Sunday, February 3, 2013

The Oscar-Nominated Short Films: Animation and Live Action


There are several worthy choices among this year's animated short nominees.

The program opens with "Maggie Simpson in 'The Longest Daycare,'" which plays like the best five minutes from a good "Simpsons" episode.


Also meritorious - and likely to win - is the beautiful and romantic "Paperman," about a man and woman who meet-cute on a train platform and get separated, only to be brought together by some rather magical paper airplanes. (It screened with "Wreck-It Ralph" earlier this year.)

Perhaps best of the lot - the one that generated the loudest and most genuine applause - is PES' 2-minute "Fresh Guacamole," a single clever idea ingeniously realized.

There are some exquisite images in Minkyu Lee's "Adam and Dog," about the bond between man and animal.

I least liked "Head Over Heels," a Claymation vision of a played-out marriage separated by forces gravitational and otherwise.

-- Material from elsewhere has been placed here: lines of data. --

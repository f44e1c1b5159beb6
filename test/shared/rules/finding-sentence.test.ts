import { describe, expect, it } from 'vitest';
import {
  sayBaseline,
  sayRing,
  sayRuleLimit,
  sayRuleMeasure,
} from '../../../shared/rules/clause-words.ts';
import { describeFinding } from '../../../shared/rules/finding-sentence.ts';
import type { ClauseJudgement } from '../../../shared/rules/judge-receptor.ts';
import { clauseSchema } from '../../../shared/rules/rule-schema.ts';
import { clauseOf } from '../../support/small-study.ts';

const test = (
  more: Partial<ClauseJudgement['tests'][number]>,
): ClauseJudgement['tests'][number] => ({
  measure: 'sun-share',
  unit: '1',
  before: 0.8,
  after: 0.45,
  limit: 0.5,
  margin: -0.05,
  met: false,
  coarserGrids: 0,
  samplingError: null,
  ...more,
});

const judgement = (tests: ClauseJudgement['tests']): ClauseJudgement => ({
  met: false,
  close: false,
  day: '2026-03-21',
  finding: 'not-met',
  loss: 0.4,
  band: null,
  daysNotMet: null,
  tests,
});

const figures = {
  inUnit: (value: number, unit: string) => `${value} ${unit}`,
  metres: (lengthM: number) => `${lengthM} m`,
  percent: (share: number) => `${share * 100} %`,
  whole: String,
  monthDay: (monthDay: string) => monthDay,
};

describe('the sentence of a finding', () => {
  it('says shares of points, and how finely they were taken', () => {
    const clause = clauseSchema.parse(
      clauseOf({
        measure: { kind: 'sun-share', hours: 2 },
        limit: { anyOf: [{ atLeast: 0.5 }, { keeps: 0.8 }] },
      }),
    );
    const tests = [test({ samplingError: 0.0125 }), test({ limit: 0.64 })];
    expect(describeFinding(clause, judgement(tests), 'yard', '12 Netloft Lane', 0.5)).toBe(
      'On March 21, the yard of 12 Netloft Lane has 80 % of its area with at least 2 h of sun in the judged hours before and 45 % after. The rule asks for at least 50 %, or 80 % of what there was (64 %). Not met. Taken at points 0.50 m apart; points twice as far apart change the figure by at most 1.3 %.',
    );
  });

  it('says what the proposal is held against', () => {
    const clause = clauseSchema.parse(
      clauseOf({
        measure: { kind: 'shade-share' },
        limit: { noWorse: true },
        baseline: { wall: 3.66 },
      }),
    );
    const shade = test({ measure: 'shade-share', before: 0.1, after: 0.3 });
    const sentence = describeFinding(clause, judgement([shade]), 'parcel', '12', null);
    expect(sentence).toContain(
      'has 10 % of its area in shade at the worst judged instant with a wall of 3.66 m and 30 % with the proposal.',
    );
    expect(sentence).toContain('The rule asks for no worse than with a wall of 3.66 m.');
    expect(sentence).not.toContain('points');
  });

  it('leads with the first limit’s own measure where no limit takes the clause’s', () => {
    const clause = clauseSchema.parse(
      clauseOf({
        limit: {
          anyOf: [
            { atLeast: 40, measure: { kind: 'sun-area', hours: 1 } },
            { atMost: 2, measure: { kind: 'worst-shade-hours' } },
          ],
        },
      }),
    );
    const tests = [
      test({ measure: 'sun-area', unit: 'm²', before: 60, after: 30 }),
      test({ measure: 'worst-shade-hours', unit: 'h', before: 1, after: 3 }),
    ];
    const sentence = describeFinding(clause, judgement(tests), 'ring', 'the ground around', null);
    expect(sentence).toContain(
      'the ground around has 60 m² of ground with at least 1 h of sun in the judged hours before and 30 m² after.',
    );
    expect(sentence).toContain('at least 40 m², or at most 2 h.');
  });
});

describe('the sentence of a finding with nothing in it', () => {
  const clause = clauseSchema.parse(
    clauseOf({ measure: { kind: 'worst-shade-hours' }, limit: { atMost: 2 } }),
  );
  const shade = test({
    measure: 'worst-shade-hours',
    unit: 'h',
    before: 0,
    after: 4,
    samplingError: 0.001,
  });

  it('says no shade, and less than a minute', () => {
    const sentence = describeFinding(clause, judgement([shade]), 'ring', 'the ground', 0.5);
    expect(sentence).toContain(
      'the ground has no shade in the judged hours at its most shaded point before and 4 h after.',
    );
    expect(sentence).toContain('change the figure by less than a minute.');
  });

  it('says on how many days of a season it is not met', () => {
    const season = { ...judgement([shade]), daysNotMet: 7 };
    expect(describeFinding(clause, season, 'ring', 'the ground', null)).toContain(
      "Not met on 7 of the season's days, of which this is the worst.",
    );
  });

  it('speaks of the width of a window', () => {
    const share = clauseSchema.parse(
      clauseOf({ measure: { kind: 'sun-share', hours: 1 }, limit: { atLeast: 0.5 } }),
    );
    const sentence = describeFinding(
      share,
      judgement([test({ samplingError: 0 })]),
      'window',
      '12 Netloft Lane',
      0.1,
    );
    expect(sentence).toContain(
      'the window at 12 Netloft Lane has 80 % of its width with at least 1 h',
    );
    expect(sentence).toContain('change the figure by less than 0.1 %.');
  });
});

describe('the words of a clause', () => {
  it('name a ring and a baseline', () => {
    expect(sayRing({ from: 5, to: 10 }, figures)).toBe(
      "the ground from 5 m to 10 m outside the site's boundary",
    );
    expect(sayRing({ from: 10 }, figures)).toBe(
      "the ground from 10 m outside the site's boundary to where the shadow ends",
    );
    expect(sayBaseline(undefined, figures)).toBeNull();
    expect(sayBaseline({ wall: 3.66, with: ['context'] }, figures)).toBe(
      "compared with a wall of 3.66 m along the site's boundary, beside the buildings around",
    );
    expect(sayBaseline('proposal-alone', figures)).toContain('alone');
  });

  it('do not speak of now where the clause has a baseline', () => {
    const measure = { kind: 'shade-share' } as const;
    expect(sayRuleLimit({ noWorse: true }, measure, figures)).toBe('no worse than now');
    expect(sayRuleLimit({ noWorse: true }, measure, figures, 'by-right')).toBe(
      'no worse than that',
    );
  });

  it('name the hours that a point must have', () => {
    expect(sayRuleMeasure({ kind: 'sun-share', hours: 2 }, figures)).toBe(
      'the share of the area with at least 2 h of direct sun in the judged hours',
    );
    expect(sayRuleMeasure({ kind: 'sun-share', hours: 0 }, figures)).toBe(
      'the share of the area with any direct sun in the judged hours',
    );
  });
});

This year's crop of live action shorts is more middling. I'd give my vote to director Yan England's "Henry," which posits that the worst aspect of growing old is the knowledge of losing one's memory, and effectively depicts the helpless and terrifying disorientation of an elderly pianist trapped between cherished remembrances of youth and the grim reality of hospitalization.

I also liked the Horn of Africa story "Asad," about a young boy in a Somali fishing village who dreams of making a great catch but is threatened - and tempted - by older boys pursuing the quick riches of piracy. 

"Death of a Shadow" has an interesting concept - a mysterious black-clad figure who offers a dead soldier his life back in exchange for 10,000 photographs of people's shadows at the moment of their deaths - but the love story that guides it doesn't have time to become specific and meaningful.

"Curfew" has a great visual that I'm sure they'll use on Oscar night - a 9-year-old girl dancing down a bowling lane - but its script - and that of the worst entry, the Afghan "Buzkashi Boys" - is overwritten, with too many coincidental events in too brief a time frame (always a peril of the format).